Equal-loudness-adaptive time integration for the high-order solution of direct aeroacoustics simulations

In the last years, numerical simulations have become a routine tool for the acoustic predictions in many industrial fields, e.g., sound engineering, architecture acoustics, and noise control. Aeroacoustic simulations are characterized by a wide range of temporal scales, and need a high accuracy in both time and space with a robust, accurate, and efficient long-time integration. The discontinuous Galerkin finite element spatial discretization is well suited for this class of simulations, both for computational fluid dynamics and aeroacoustics, thanks to the high-order accuracy.
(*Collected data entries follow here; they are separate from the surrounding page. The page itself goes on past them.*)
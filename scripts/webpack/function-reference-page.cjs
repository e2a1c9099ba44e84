'use strict';
// Emits docs/functions.html, the function reference as a page a browser shows, where the help
// links in functions.json point (base-url.cjs). It is made by scripts/make-function-docs.mjs from
// the functions.json of this very build, so the page, IntelliSense and docs/functions.md come from
// one source. The build fails if a help link's #anchor names no heading of the page.

const path = require('node:path');
const { pathToFileURL } = require('node:url');
const { Compilation, WebpackError, sources } = require('webpack');
const { REFERENCE_PAGE } = require('./base-url.cjs');

const GENERATOR = path.join(__dirname, '..', 'make-function-docs.mjs');

class FunctionReferencePagePlugin {
  /** @param {{ metadata?: string, filename?: string }} [options] */
  constructor(options = {}) {
    this.metadata = options.metadata ?? 'functions.json';
    this.filename = options.filename ?? REFERENCE_PAGE;
  }

  apply(compiler) {
    const name = 'FunctionReferencePagePlugin';
    compiler.hooks.thisCompilation.tap(name, (compilation) => {
      // After FunctionsMetadataPostProcessPlugin (same stage, registered before this plugin).
      compilation.hooks.processAssets.tapPromise({ name, stage: Compilation.PROCESS_ASSETS_STAGE_ADDITIONS }, async () => {
        const asset = compilation.getAsset(this.metadata);
        if (!asset) return; // the metadata plugins report that error
        try {
          const { manifestNamespace, renderFunctionDocsPage } = await import(pathToFileURL(GENERATOR).href);
          const metadata = JSON.parse(asset.source.source().toString());
          const { page, ids } = renderFunctionDocsPage(metadata, manifestNamespace());
          const missing = metadata.functions
            .map((fn) => ({ name: fn.name, anchor: String(fn.helpUrl ?? '').split('#')[1] }))
            .filter(({ anchor }) => !ids.includes(anchor));
          if (missing.length > 0) {
            throw new Error(`${this.filename} has no heading for the help link of ${missing.map((m) => m.name).join(', ')}`);
          }
          // Marked as minimized so the production minimizer leaves the page as written: readable source.
          compilation.emitAsset(this.filename, new sources.RawSource(page), { minimized: true });
        } catch (error) {
          compilation.errors.push(new WebpackError(`${this.filename}: ${error.message}`));
        }
      });
    });
  }
}

module.exports = { FunctionReferencePagePlugin };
An efficient time integration is of fundamental importance to overcome the weakness of these solvers, which is the high computational cost, and can be achieved by an appropriate combination of high-order time integration schemes and algorithms to adapt the time step-size. Information about the robustness and accuracy of time step-size adaptation algorithms is only available in literature for fluid dynamics simulations. The aim of this work is to propose and validate an algorithm to adapt the time step-size for aeroacoustic simulations, where the user-defined adaptive tolerance is replaced with the physical value of the sound pressure level from an acceptable equal-loudness-level calculated with the reference ISO 226:2023(E). The efficiency, in terms of accuracy and robustness, of the proposed time integration is proved with the simulations of the laminar flow around a circle, airfoil, and quadrangle, with different solution approximations, control points, flow conditions, initial adaptive tolerances, and equal-loudness-levels. The time step-size is increased or decreased according to the initial adaptive tolerance, and the convergence of the value of the adaptive tolerance is reached in a low number of adjustments.